Thank you for your help! :smiley:

This is the entry for _classifierInput:

     'classifierOnly': True,
     'clipInput': True,
     'fieldname': topredict,
     'maxval': 1.0, 
     'minval': -1.0, 
     'n': 100,
     'name': '_classifierInput',
     'type': 'ScalarEncoder',
     'w': 21

In this case, ‘topredict’ represents a ratio of some items on a balance sheet, sometimes exceeding 1 or dipping below -1.

Thank you for your suggestion on how to handle missing data Rhyolight, but I think it might not be ideal for my particular situation. My data consists of separate sequences and not one continuous stream of data, so I will try out using noise, as you mentioned.

If the gap is a part of the sequence, you can just encode the gap as a unique input. For example, if you are encoding notes in a song, and the song includes rests, you should probably encode the rests in a similar fashion as the notes. This is easy when you are encoding categories, because there is no overlap between encodings. But if you have numerical encodings, you’ll have to try to decide what the gap in your data means, and how it should be represented in the semantic encoding.


Yes, I understand.

I keep running into the same issue. Is it possible that the classifier uses the original value of the predicted variable instead of the clipped value? If I understand correctly, the classifiers associate each bucket with a moving average of values that fell into that bucket. Is the value used supposed to be the original value?

Have you tried using the SDR Classifier? This is more recent. (@ycui you might have some input on this discussion.)

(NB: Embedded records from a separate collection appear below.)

import type { Finding } from "@/lib/reflex/finding";
import { examinerFigures, type ShownItem } from "@/lib/results/examiner-figures";
import type { ExaminerFigures } from "@/lib/results/schema";
import { compareKappas } from "@/lib/statistics/compare-kappas";
import { cusum } from "@/lib/statistics/cusum";
import { decisionIntervalForRunLength } from "@/lib/statistics/decision-interval-for-run-length";
import { ewma } from "@/lib/statistics/ewma";
import type { Result } from "@/lib/statistics/result";
import { runLength } from "@/lib/statistics/run-length";
import { shewhart } from "@/lib/statistics/shewhart";
import { widthForRunLength } from "@/lib/statistics/width-for-run-length";
import type { Panel } from "./long-table";
import type { Section, Statistic } from "./report";

/** Common practice, no source: the newest round weighs a fifth, and a false alarm comes once in 500 rounds on average. */
const LAMBDA = 0.2;
const K = 0.5;
const RUN_LENGTH = 500;

type Component = "horizontal" | "vertical";

/**
 * One examiner from round to round: kappa, and charts of bias against the reference. Each round's bias is a point whose
 * sigma is its own standard error; a round without one is a missing point. Nothing below two rounds.
 */
export function chartRounds(
  examiner: string,
  { rounds, rows }: Panel<Finding>,
  items: readonly ShownItem[],
): Section[] {
  if (rounds.length < 2 || items.length === 0) return [];
  const figures = rounds.map((round) =>
    examinerFigures(items.filter(({ itemId }) => rows[Number(itemId)]?.round === round)),
  );
  const comparison = compareKappas(figures.map(({ kappa }) => kappa));
  const perRound = figures.map(({ kappa }, index) => ({
    round: rounds[index] ?? "",
    ...(kappa.ok ? { kappa: kappa.kappa, n: kappa.n } : kappa),
  }));
  const statistics: Statistic[] = [
    { statistic: "compareKappas", of: "direction", result: { ...comparison, perRound }, nOf: "round" },
    ...(["horizontal", "vertical"] as const).flatMap((component) => chartBias(figures, component, rounds)),
  ];
  return [{ title: `${examiner} over the rounds`, statistics }];
}

function chartBias(figures: readonly ExaminerFigures[], component: Component, rounds: readonly string[]): Statistic[] {
  const biases = figures.map((figure) => {
    const { limits } = figure[component];
    return limits.ok && limits.bias.standardError ? limits.bias : null;
  });
  const values = biases.map((bias) => bias?.estimate ?? null);
  const sigma = biases.map((bias) => bias?.standardError ?? null);
  const base = { target: 0, sigma };
  const width = widthForRunLength({ lambda: LAMBDA, runLength: RUN_LENGTH });
  const h = decisionIntervalForRunLength({ k: K, runLength: RUN_LENGTH });
  const afterShift = {
    ewma: runLength.ewma({ lambda: LAMBDA, width, shift: 1 }),
    cusum: runLength.cusum({ k: K, h, shift: 1 }),
  };
  const of = `${component} degrees`;
  const named = <Point extends object>(result: Result<{ points: Point[] }>) =>
    result.ok
      ? { ...result, points: result.points.map((point, index) => ({ round: rounds[index] ?? "", ...point })) }
      : result;
  return [
    { statistic: "shewhart", of, result: named(shewhart(values, base)), nOf: "round" },
    {
      statistic: "ewma",
      of,
      variant: `lambda ${LAMBDA}`,
      result: {
        ...named(ewma(values, { ...base, lambda: LAMBDA, width })),
        width,
        roundsToSeeOneSigma: afterShift.ewma,
      },
      nOf: "round",
    },
    {
      statistic: "cusum",
      of,
      variant: `k ${K}`,
      result: { ...named(cusum(values, { ...base, k: K, h })), h, roundsToSeeOneSigma: afterShift.cusum },
      nOf: "round",
    },
  ];
}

Thank you for your reply. Yes, actually now, I am working with the SDR classifier. Or at least I think so, in my model params it looks like this:

MODEL_PARAMS['modelParams']['clParams']= { 
                               'alpha': 0.01,
                               'regionName': 'SDRClassifierRegion',
                               'steps': '1',
                               'verbosity': 0

For me, it is not really a problem, I just clip the values beforehand. Nonetheless, I thought it might be a detail that was overlooked and could be fixed, except, evidently, if it is purposefully so.

The SDRClassifier predicts a probability distribution over a set of “buckets” that covers the input space. It also tracks the rolling average of inputs that get assigned to each bucket. The average value of the most likely bucket is returned as the predicted value. I think this issue is due to how we track average.

Let’s say that the input space goes from 0 to 100, and that the encoder divides that space into 10 buckets. If the classifier input is bucketIdx=10, actValue=200, the average value for inputs that lies in the 10th bucket will be not be larger than 100. The next time the classifier predict the 10th bucket, you will see a predicted value larger than 100.

I agree this is not ideal. For now, I suggest you clip the inputs as you described. In the future, we can add some logic in the Network API to prevent this from happening.